Ben Waterhouse
Benjamin Waterhouse is a historian of modern America. His scholarly research focuses on the culture and politics of business in the United States, especially since the mid-twentieth century. He supervises graduate students in fields related to business history, labor history, economic culture, and American politics since World War II. At UNC, Waterhouse offers courses in American business history, modern U.S. social and political history, the history of capitalism, and the history of finance and financial crises. His work has appeared in Aeon.co, *Financial History*, and *Jacobin*, among other outlets, and he has contributed several book reviews and op-eds to *The Washington Post*.
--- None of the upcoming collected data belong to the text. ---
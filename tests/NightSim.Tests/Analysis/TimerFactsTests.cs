using NightSim.Analysis;

namespace NightSim.Tests.Analysis;

public class TimerFactsTests
{
    // Textbook 555 one-shot: T = RC·ln 3 (the 555 monostable relation, Horowitz & Hill, The Art of Electronics, 3rd ed., ch. 7); 1 MΩ · 100 µF · ln 3 = 109.861 s.
    [Fact]
    public void IdealWidthIsLn3RC() =>
        Assert.Equal(109.861, new TimerFacts("U1", 1e6, 100e-6, 12, 0, double.PositiveInfinity).ClosedFormWidth, 3);

    // Constant drain I_p: t = RC·ln(A/(A − 2V/3)), A = V − I_p·R (textbook RC charging with a constant drain, solved for
    // the 2/3 threshold; the expected values are computed from that formula).
    [Theory]
    [InlineData(0.5e-6, 118.96)]
    [InlineData(1e-6, 129.93)]
    [InlineData(2e-6, 160.94)]
    [InlineData(3e-6, 219.72)]
    [InlineData(3.9e-6, 439.44)]
    public void DrainLengthensWidth(double drain, double expected) =>
        Assert.Equal(expected, new TimerFacts("U1", 1e6, 100e-6, 12, drain, double.PositiveInfinity).ClosedFormWidth, 2);

    // 4 µA at 1 MΩ and 12 V: I·R ≥ V/3, the threshold is never reached (the charging current left at
    // the threshold is (V/3)/R = 4 µA).
    [Fact]
    public void FourMicroampsNeverEnds()
    {
        var t = new TimerFacts("U1", 1e6, 100e-6, 12, 4e-6, double.PositiveInfinity);
        Assert.True(double.IsPositiveInfinity(t.ClosedFormWidth));
        Assert.True(t.MarginCurrent <= 1e-15);
    }

    // Leakage resistance: never fires if R_L ≤ 2R; R_L 10 MΩ → 120.16 s (Thevenin equivalent of R and R_L:
    // V∞ = V·R_L/(R + R_L), τ = C·(R ∥ R_L), t = τ·ln(V∞/(V∞ − 2V/3)); computed from that formula).
    [Fact]
    public void LeakageResistance()
    {
        Assert.Equal(120.16, new TimerFacts("U1", 1e6, 100e-6, 12, 0, 10e6).ClosedFormWidth, 2);
        Assert.True(double.IsPositiveInfinity(new TimerFacts("U1", 1e6, 100e-6, 12, 0, 2e6).ClosedFormWidth));
        Assert.True(new TimerFacts("U1", 1e6, 100e-6, 12, 0, 2e6).MarginCurrent <= 1e-12);
    }
}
His first book, *Lobbying America: The Politics of Business from Nixon to NAFTA* (Princeton University Press, 2014) examined the role of large, national business associations—and their lobbyists—in shaping economic policy and conservative politics between the 1960s and the 1990s. His second book, *The Land of Enterprise: A Business History of the United States* (Simon & Schuster, 2017), provided a synthetic treatment of American business, labor, and politics from the colonial period until the 2008 Financial Crisis. His third book, *One Day I’ll Work for Myself: The Dream and Delusion that Conquered America* (W. W. Norton, 2024), explores how so many Americans came to believe that self-employment was the key not only to personal fulfillment but also to national economic growth.